Riverparks..the ten mile trail in tulsa...i go and hang out on the pedestrian bridge and listen to my ipod and think or draw. well i did until some jerk wouldn't leave me alone. it was scary. i bike there, and when the river dried up I once walked on the sandbeds and collected shells (yes, we have shells in oklahoma. clams i guess). i see people i know sometimes. I love a place some people know about under one of the unused bridges. you're literally under the bridge. it's illegal to get to and i'm not as brave as i used to be and you don't know who you could find down there. but there is a collage of stuff on the wall and someone once left cans of spray paint down there when I was 17 and i wrote my own things on the wall.

boys

my ipod

myself (j/k)

having tons of money

traveling

the desert...i love new mexico

HOT HOT weather...the kind of weather most people can't tolerate (unless i'm bike riding, then i hate it)

hot and humid summer nights

absolutely sunny days (i could never live in the pacific northwest)

the sound of music

history...took a modern german history class this semester, became fascinated w/the psychology of the Kaiser

walking

sorry guys this is really long but i need to stay awake for the next five hours


----------



## person3 (Aug 10, 2004)

shy tiger- are you a trapeze artist?


----------



## enngirl5 (Aug 10, 2004)

lol Sebastian. I was thinking the same thing. Everybody has all these hobbies. I like to sleep and shop and that's about it.


----------



## ShyTiger (Apr 1, 2005)

Yes person3 sort of. I used trapeze as a generall term.I am on trapeze but i mainly working on cloud swing, is like a swing made from thick rope(best way i can think to describe it). i also am learning tissue(like big drapes of material) but this will take a while as it requires more strength which takes a while to build. I also love the ropes. I am first an acrobat, but i love doing all!


----------



## ShyTiger (Apr 1, 2005)

enngirl, What do you like to shop for?


----------



## Ben (Apr 21, 2005)

> lol Sebastian. I was thinking the same thing. Everybody has all these hobbies. I like to sleep and shop and that's about it.

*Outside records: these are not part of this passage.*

// The reported profile satisfies the layer equations it came from:
// N = B·(c_f − c_d) across the active layer, Jw = A·(π_d − π_f − ΔP), and
// c_out − u = (c_in − u)·exp(Jw·R) across the support and its boundary layer
// (u = N/Jw) — the convection–diffusion balance of Tiraferri et al. 2011.
func TestProfileConsistency(t *testing.T) {
	for _, ori := range []Orientation{ALFS, ALDS} {
		for _, dp := range []float64{0, 150 * bar} { // second: reverse flow
			in := oneSpecies(3, 0.8, 700, ori, 1800, 150, nonlinear(2))
			in.KDrawMPerS, in.KFeedMPerS, in.DeltaPPa = 4e-5, 2e-5, dp
			r := mustSolve(t, in)
			sp, s := in.Species[0], r.Species[0]
			if got, want := s.FluxMolPerM2S, sp.BMPerS*(s.FeedFaceMolPerM3-s.DrawFaceMolPerM3); !closeTo(got, want, 1e-12, 1e-15) {
				t.Errorf("%v: N = %g, B·Δc = %g", ori, got, want)
			}
			pf, _ := sp.Pi(s.FeedFaceMolPerM3)
			pd, _ := sp.Pi(s.DrawFaceMolPerM3)
			// Tolerance: the solver's residual bound, 1e-12·A·(π_Db + π_Fb + |ΔP|).
			scale := in.AMPerSPa * (r.PiDrawBulkPa + r.PiFeedBulkPa + math.Abs(dp))
			if want := in.AMPerSPa * (pd - pf - dp); math.Abs(r.JwMPerS-want) > 2e-12*scale {
				t.Errorf("%v: Jw = %g, A·Δπ_faces = %g", ori, r.JwMPerS, want)
			}
			jw, u := r.JwMPerS, s.FluxMolPerM2S/r.JwMPerS
			rs := in.SM / sp.DM2PerS
			var face, bulk, rbl float64
			if ori == ALFS { // face → support → BL → draw bulk, along +x
				face, bulk, rbl = s.DrawFaceMolPerM3, sp.DrawBulkMolPerM3, 1/in.KDrawMPerS
				ci := s.SupportInterfaceMolPerM3
				if want := u + (face-u)*math.Exp(jw*rs); !closeTo(ci, want, 1e-9, 1e-9) {
					t.Errorf("%v ΔP=%g: support interface %g, from support %g", ori, dp, ci, want)
				}
				if want := u + (ci-u)*math.Exp(jw*rbl); !closeTo(bulk, want, 1e-9, 1e-9) {
					t.Errorf("%v ΔP=%g: bulk %g, from BL %g", ori, dp, bulk, want)
				}
			} else { // feed bulk → BL → support → face, along +x
				face, bulk, rbl = s.FeedFaceMolPerM3, sp.FeedBulkMolPerM3, 1/in.KFeedMPerS
				ci := s.SupportInterfaceMolPerM3
				if want := u + (bulk-u)*math.Exp(jw*rbl); !closeTo(ci, want, 1e-9, 1e-9) {
					t.Errorf("%v ΔP=%g: support interface %g, from BL %g", ori, dp, ci, want)
				}
				if want := u + (ci-u)*math.Exp(jw*rs); !closeTo(face, want, 1e-9, 1e-9) {
					t.Errorf("%v ΔP=%g: face %g, from support %g", ori, dp, face, want)
				}
			}
		}
	}
}

func TestOrientationParseAndString(t *testing.T) {
	for _, tc := range []struct {
		in   string
		want Orientation
	}{{"AL-FS", ALFS}, {"al-fs", ALFS}, {" FO ", ALFS}, {"fo", ALFS}, {"AL-DS", ALDS}, {"pro", ALDS}, {"Al-Ds", ALDS}} {
		got, err := ParseOrientation(tc.in)
		if err != nil || got != tc.want {
			t.Errorf("ParseOrientation(%q) = %v, %v", tc.in, got, err)
		}
	}
	if ALFS.String() != "AL-FS" || ALDS.String() != "AL-DS" {
		t.Errorf("String: %q %q", ALFS, ALDS)
	}
	_, err := ParseOrientation("sideways")
	var ie *errs.InputError
	if !errors.As(err, &ie) || ie.Field != "orientation" || !errors.Is(err, ErrInvalidInput) {
		t.Errorf("ParseOrientation(sideways) error = %v", err)
	}
}

func TestBadInput(t *testing.T) {
	good := func() *Input {
		return &Input{AMPerSPa: 1 * lmhb, SM: 500 * um, KDrawMPerS: 5e-5, KFeedMPerS: math.Inf(1),
			Species: []Species{{DrawBulkMolPerM3: 1000, BMPerS: 0.3 * lmh, DM2PerS: dNaCl, Pi: vantHoff(2)},
				{FeedBulkMolPerM3: 10, BMPerS: 0.1 * lmh, DM2PerS: 1e-9, Pi: vantHoff(3)}}}
	}
	nan := math.NaN()
	for _, tc := range []struct {
		name, field string
		mod         func(*Input)
	}{
		{"A zero", "membrane.a_lmh_per_bar", func(in *Input) { in.AMPerSPa = 0 }},
		{"A negative", "membrane.a_lmh_per_bar", func(in *Input) { in.AMPerSPa = -1 * lmhb }},
		{"A NaN", "membrane.a_lmh_per_bar", func(in *Input) { in.AMPerSPa = nan }},
		{"A huge", "membrane.a_lmh_per_bar", func(in *Input) { in.AMPerSPa = 1 }},
		{"S zero", "membrane.s_um", func(in *Input) { in.SM = 0 }},
		{"S Inf", "membrane.s_um", func(in *Input) { in.SM = math.Inf(1) }},
		{"B negative", "membrane.b_lmh", func(in *Input) { in.Species[0].BMPerS = -1e-9 }},
		{"B NaN", "membrane.b_lmh", func(in *Input) { in.Species[0].BMPerS = nan }},
		{"feed B negative", "feed.b_lmh", func(in *Input) { in.Species[1].BMPerS = -1 }},
		{"D zero", "diffusivity_m2_per_s", func(in *Input) { in.Species[0].DM2PerS = 0 }},
		{"feed D NaN", "feed.diffusivity_m2_per_s", func(in *Input) { in.Species[1].DM2PerS = nan }},
		{"k draw zero", "k_draw_m_per_s", func(in *Input) { in.KDrawMPerS = 0 }},
		{"k feed negative", "k_feed_m_per_s", func(in *Input) { in.KFeedMPerS = -1 }},
		{"k feed NaN", "k_feed_m_per_s", func(in *Input) { in.KFeedMPerS = nan }},
		{"draw negative", "draw.concentration", func(in *Input) { in.Species[0].DrawBulkMolPerM3 = -1 }},
		{"draw Inf", "draw.concentration", func(in *Input) { in.Species[0].DrawBulkMolPerM3 = math.Inf(1) }},
		{"feed NaN", "feed.concentration", func(in *Input) { in.Species[1].FeedBulkMolPerM3 = nan }},
		{"no species", "species", func(in *Input) { in.Species = nil }},
		{"too many species", "species", func(in *Input) {
			for len(in.Species) <= MaxSpecies {
				in.Species = append(in.Species, in.Species[0])
			}
		}},
		{"charged draw not neutral", "draw", func(in *Input) { in.Species[0].Charge = 1 }},
		{"charge out of range", "species[0].charge", func(in *Input) { in.Species[0].Charge = 5 }},
		{"nil Pi", "osmotic_model", func(in *Input) { in.Species[0].Pi = nil }},
		{"Pi NaN", "osmotic_model", func(in *Input) {
			in.Species[0].Pi = func(c float64) (float64, float64) { return nan, 0 }
		}},
		{"Pi negative", "feed.osmotic_model", func(in *Input) {
			in.Species[1].Pi = func(c float64) (float64, float64) { return -c, -1 }
		}},
		{"Pi Inf at faces", "osmotic_model", func(in *Input) {
			in.Species[0].Pi = func(c float64) (float64, float64) {
				if c > 1000 {
					return math.Inf(1), 0
				}
				return rt * c, rt
			}
			in.Orientation = ALDS
			in.Species[0].FeedBulkMolPerM3 = 999
		}},
		{"orientation", "orientation", func(in *Input) { in.Orientation = 7 }},
		{"ΔP NaN", "delta_p_bar", func(in *Input) { in.DeltaPPa = nan }},
	} {
		in := good()
		tc.mod(in)
		_, err := Solve(in)
		var ie *errs.InputError
		if !errors.As(err, &ie) {
			t.Errorf("%s: error %v, want *errs.InputError", tc.name, err)
			continue
		}
		if ie.Field != tc.field || ie.Limit == "" || !errors.Is(err, ErrInvalidInput) {
			t.Errorf("%s: field %q limit %q, want field %q", tc.name, ie.Field, ie.Limit, tc.field)
		}
		if !finite(ie.Value) {
			t.Errorf("%s: error carries a non-finite value: %v", tc.name, err)
		}
	}
	if _, err := Solve(good()); err != nil {
		t.Fatalf("good input: %v", err)
	}
	if _, err := Solve(nil); err == nil {
		t.Error("Solve(nil) succeeded")
	}
}

// SolveInto reuses the caller's Species slice and does not allocate.
func TestSolveIntoNoAllocs(t *testing.T) {
	in := oneSpecies(2, 0.3, 500, ALFS, 1000, 0, nonlinear(2))
	in.KDrawMPerS, in.KFeedMPerS = 5e-5, 5e-5
	var r Result
	r.Species = make([]SpeciesResult, 0, 2)
	if n := testing.AllocsPerRun(100, func() {
		if err := SolveInto(in, &r); err != nil {
			t.Fatal(err)
		}
	}); n != 0 {
		t.Errorf("SolveInto allocates %v times per call", n)
	}
}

> Wow...you all seem so active and involved. I like, umm, drinking,


I like getting drunk and sleeping too - and hopefully not always alone. I'm just so freakin' hyperactive that to really NOT do things would drive me more crazy than I am already.


----------



## enngirl5 (Aug 10, 2004)

Clothes mainly, also home decor stuff. But the catch 22 is that I'm a complete tightwad and never want to spend any money so I'll look at something 10 times before buying it.[/quote]


----------



## Ben (Apr 21, 2005)

Hey everybody, I just thought I would follow up since I mentioned that I chase storms that I saw a tornado today - well, "technically". I was downstairs at my folks' house when the civil defense warning came on the television and I jumped up and was like "gotta go".

I chased the storm out into the eastern part of Lincoln (the town I'm from) and found myself on some off the path gravel road when the air got incredibly cold - and the downdrifts started hitting me. I watched this massive rotation of air roaring around up in a wall cloud I was chasing. Lightning was everywhere and it was - just, incredible.

I hadn't felt this excited in a long time....anyway....


----------



## Homeskooled (Aug 10, 2004)

I love....

Sad music. Andrea Bocelli, mournful stuff. Soundtracks that make you want to take on the world. John Williams.

Weight-lifting.

Hiking through Ohio's beautiful state parks, and my favorite, Mill Creek Park. (High five Privateer)

Debating.

Playing tennis, basketbal, and of course, hockey.

Performing street magic.

Dancing on the Pump it Up Extreme at Dave and Buster's.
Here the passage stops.